Местность осталась такой же романтичной, какой она была во времена Грегоровиуса, а в сезон, когда поют соловьи, журчат ручейки и луга покрыты цветами, вспоминается ода Горация. Нет смысла говорить, что такая тевтонская интерпретация римского лета осталась неизвестной Альфредо и его друзьям. Они отмечали летние праздники в местной остерии, где когда-то в атмосфере, насыщенной запахами крови, насилия, любви, чеснока, лука и вина, собирались разбойники Кампаньи. Все здесь осталось почти таким же, как и в те проклятые, но счастливые годы. Таверной управляла молодая черноволосая пышнотелая хозяйка, которая была похожа на Нану Фейербаха. Мои друзья ничего не знали о Фейербахе, но они любили пировать под аккомпанемент угроз, которые звучали на задымленной кухне. Мужем Аннины был массивный старый Силен, брюки которого были всегда полурасстегнуты – ради удобства, как саркастически замечал он, – и которого никто никогда не видел без пузатого глиняного кувшина с сухим вином. Он дико ревновал свою прекрасную супругу, и в таверне происходили ужасные скандалы, когда он, несмотря на соблазнительное пение соловьев и летние серенады цикад, пытался запереть ее в душной спальне. Альфредо и его друзья с удовольствием принимали участие в этих скандалах, ухитряясь буквально в последнюю минуту предотвратить поножовщину. В конце концов Силен погружался в пьяный ступор в углу комнаты, а Аннина вылезала из окна и оказывалась на свободе в объятиях дюжего пастуха коз.

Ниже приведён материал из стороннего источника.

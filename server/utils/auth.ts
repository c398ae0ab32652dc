// The app type check reaches this file through the inferred route types, and the app project
// excludes server/: the reference brings the session user declaration along.
// eslint-disable-next-line @typescript-eslint/triple-slash-reference
/// <reference path="../types/auth.d.ts" />
import type { H3Event } from 'h3'
import { and, eq } from 'drizzle-orm'
import { roleRank, type HouseholdRole } from '../../utils/schemas/household'

/**
 * The one guard for household-scoped routes: 401 without a session, 404 when the household is
 * not one of the user's (ids leak nothing), 403 when the user's role is below `minRole`.
 * A site admin counts as an owner everywhere.
 */
export async function requireHouseholdRole(event: H3Event, householdId: string, minRole: HouseholdRole) {
  const { user } = await requireUserSession(event, { message: 'Please sign in.' })
  const db = await useDB()
  const [membership] = await db.select({ role: tables.memberships.role })
    .from(tables.memberships)
    .where(and(eq(tables.memberships.userId, user.id), eq(tables.memberships.householdId, householdId)))
  if (!membership && !user.isAdmin) {
    throw createError({ statusCode: 404, message: 'No such household.' })
  }
  const role: HouseholdRole = membership?.role ?? 'owner'
  if (roleRank[role] < roleRank[minRole]) {
    throw createError({ statusCode: 403, message: `Only a household ${minRole} or above may do this; you are a ${role}.` })
  }
  return { user, role, db }
}

export async function requireAdmin(event: H3Event) {
  const { user } = await requireUserSession(event, { message: 'Please sign in.' })
  if (!user.isAdmin) throw createError({ statusCode: 403, message: 'Only a site admin may do this.' })
  return user
}

export async function householdsOf(userId: string) {
  const db = await useDB()
  return db.select({ id: tables.households.id, name: tables.households.name, role: tables.memberships.role })
    .from(tables.memberships)
    .innerJoin(tables.households, eq(tables.households.id, tables.memberships.householdId))
    .where(eq(tables.memberships.userId, userId))
    .orderBy(tables.households.name)
}
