import { relations, sql } from 'drizzle-orm'
import {
  boolean,
  date,
  doublePrecision,
  index,
  integer,
  jsonb,
  pgTable,
  primaryKey,
  text,
  timestamp,
  uniqueIndex,
  uuid,
  type AnyPgColumn,
} from 'drizzle-orm/pg-core'
import { DEFAULT_COOL_DOWN } from '../../utils/planning/schedule'
import type { PlanRequestBody } from '../../utils/schemas/plan'
import {
  fillBases, gaugeTypes, imageTypes, ingredientForms, jarMouths, loadStatuses, packStyles, planStatuses, priceKinds,
  recipeStatuses, reminderKinds, roles, shelfSources, unitSystems, unsealedActions,
} from '../../utils/vocabulary'

const timestamps = {
  createdAt: timestamp('created_at', { withTimezone: true }).notNull().defaultNow(),
  updatedAt: timestamp('updated_at', { withTimezone: true }).notNull().defaultNow(),
}

// ---------------------------------------------------------------------------
// People and households

export const users = pgTable('users', {
  id: uuid('id').primaryKey().defaultRandom(),
  email: text('email').notNull(),
  name: text('name').notNull(),
  passwordHash: text('password_hash').notNull(),
  isAdmin: boolean('is_admin').notNull().default(false),
  ...timestamps,
}, t => [uniqueIndex('users_email_unique').on(sql`lower(${t.email})`)])

export const households = pgTable('households', {
  id: uuid('id').primaryKey().defaultRandom(),
  name: text('name').notNull(),
  altitudeFt: integer('altitude_ft').notNull().default(0),
  unitSystem: text('unit_system', { enum: unitSystems }).notNull().default('us'),
  /** What the household pays for one store-bought can of cooked beans, in cents. */
  storeCanPriceCents: integer('store_can_price_cents').notNull().default(129),
  /** How many canning seasons a jar is expected to serve; jar cost is spread over them. */
  jarUses: integer('jar_uses').notNull().default(10),
  coolDownPintMinutes: integer('cool_down_pint_minutes').notNull().default(DEFAULT_COOL_DOWN.pint),
  coolDownQuartMinutes: integer('cool_down_quart_minutes').notNull().default(DEFAULT_COOL_DOWN.quart),
  bestByMonths: integer('best_by_months').notNull().default(12),
  /** IANA time zone the household's dates and times are read in ("America/Denver"). */
  timeZone: text('time_zone').notNull().default('UTC'),
  isDemo: boolean('is_demo').notNull().default(false),
  ...timestamps,
})

export const memberships = pgTable('memberships', {
  userId: uuid('user_id').notNull().references(() => users.id, { onDelete: 'cascade' }),
  householdId: uuid('household_id').notNull().references(() => households.id, { onDelete: 'cascade' }),
  role: text('role', { enum: roles }).notNull(),
  ...timestamps,
}, t => [
  primaryKey({ columns: [t.userId, t.householdId] }),
  index('memberships_household_idx').on(t.householdId),
])

// ---------------------------------------------------------------------------
// Published reference data (shared by every household). Sources live in columns.

/**
 * Which version of the published reference data (jar sizes, ingredients, tested recipes and
 * their tables) this database holds; a newer version shipped with the code is applied at start.
 */
export const referenceData = pgTable('reference_data', {
  name: text('name').primaryKey(),
  version: integer('version').notNull(),
  appliedAt: timestamp('applied_at', { withTimezone: true }).notNull().defaultNow(),
})

/**
 * What a reference version changed in this database: one row per changed value, so a saved plan
 * computed before the change can say what changed when it is opened. `recipeId` is null for a
 * change that touches every recipe (a jar size, an ingredient).
 */
export const referenceChanges = pgTable('reference_changes', {
  id: uuid('id').primaryKey().defaultRandom(),
  version: integer('version').notNull(),
  recipeId: text('recipe_id'),
  what: text('what').notNull(),
  appliedAt: timestamp('applied_at', { withTimezone: true }).notNull().defaultNow(),
}, t => [index('reference_changes_applied_idx').on(t.appliedAt)])

export const jarSizes = pgTable('jar_sizes', {
  id: text('id').primaryKey(),
  /** Size family used by process tables: half-pint, pint, pint-and-a-half, quart, half-gallon. */
  sizeKey: text('size_key').notNull(),
  name: text('name').notNull(),
  capacityMl: doublePrecision('capacity_ml').notNull(),
  capacitySource: text('capacity_source').notNull(),
  outsideDiameterMm: doublePrecision('outside_diameter_mm').notNull(),
  heightMm: doublePrecision('height_mm').notNull(),
  /** Outside dimensions are not published by any agency: typical values, editable. */
  dimensionsNote: text('dimensions_note').notNull(),
  mouth: text('mouth', { enum: jarMouths }).notNull(),
  sortOrder: integer('sort_order').notNull().default(0),
})

export const ingredients = pgTable('ingredients', {
  id: text('id').primaryKey(),
  name: text('name').notNull(),
  /** 'dry' legumes are measured by the cup and swell; 'fresh' ones are bought by weight in the pod. */
  form: text('form', { enum: ingredientForms }).notNull().default('dry'),
  gramsPerCup: doublePrecision('grams_per_cup').notNull(),
  gramsPerCupSource: text('grams_per_cup_source').notNull(),
  /** Hydrated volume / dry volume. */
  expansionRatio: doublePrecision('expansion_ratio').notNull(),
  expansionSource: text('expansion_source').notNull(),
})

export const recipes = pgTable('recipes', {
  id: text('id').primaryKey(),
  /** Null for the shared library of tested recipes; set for a household's house recipe. */
  householdId: uuid('household_id').references(() => households.id, { onDelete: 'cascade' }),
  name: text('name').notNull(),
  status: text('status', { enum: recipeStatuses }).notNull(),
  packStyle: text('pack_style', { enum: packStyles }).notNull(),
  ingredientId: text('ingredient_id').notNull().references(() => ingredients.id),
  headspaceMm: doublePrecision('headspace_mm').notNull(),
  /** Largest fraction of the jar the hydrated solids may take. */
  solidsFillFraction: doublePrecision('solids_fill_fraction').notNull(),
  /** 'published': per-jar dry amount from the recipe; 'cap': the dry-pack fill cap. */
  fillBasis: text('fill_basis', { enum: fillBases }).notNull(),
  summary: text('summary').notNull().default(''),
  steps: text('steps').notNull().default(''),
  source: text('source').notNull(),
  caution: text('caution'),
  /** A house recipe's basis: the tested recipe whose process table it copies. */
  basedOnRecipeId: text('based_on_recipe_id').references((): AnyPgColumn => recipes.id),
  /** The canner's own words, appended to a house recipe's fixed untested caution. */
  cautionNote: text('caution_note'),
  createdBy: uuid('created_by').references(() => users.id, { onDelete: 'set null' }),
  ...timestamps,
}, t => [index('recipes_household_idx').on(t.householdId)])

/** Per jar size: the published dry amount, optional salt and process minutes. */
export const recipeJarSpecs = pgTable('recipe_jar_specs', {
  recipeId: text('recipe_id').notNull().references(() => recipes.id, { onDelete: 'cascade' }),
  sizeKey: text('size_key').notNull(),
  dryGrams: doublePrecision('dry_grams'),
  saltTsp: doublePrecision('salt_tsp'),
  processMinutes: integer('process_minutes'),
}, t => [primaryKey({ columns: [t.recipeId, t.sizeKey] })])

export const recipePressureBands = pgTable('recipe_pressure_bands', {
  recipeId: text('recipe_id').notNull().references(() => recipes.id, { onDelete: 'cascade' }),
  gaugeType: text('gauge_type', { enum: gaugeTypes }).notNull(),
  minFt: integer('min_ft').notNull(),
  maxFt: integer('max_ft').notNull(),
  psi: doublePrecision('psi').notNull(),
  source: text('source').notNull(),
}, t => [primaryKey({ columns: [t.recipeId, t.gaugeType, t.minFt] })])

// ---------------------------------------------------------------------------
// Household equipment and prices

Можно легко себе представить, что я почувствовал, когда Галеаццо Чиано предложил мне поработать на него в Оберзальцбурге 12 августа 1939 года. Он, без сомнения, рад был бы избавиться от моего присутствия, как, впрочем, и я от его. Общество Альфреда, Силена, Биби и Аннины нравилось мне гораздо больше, чем плохая пища и напряженная атмосфера Оберзальцбурга. Положение не спасала даже Ева Браун, которая изредка пила кофе с помощниками Гитлера и вспоминала о своем путешествии в Италию, ненадолго развеивая их мрачное настроение.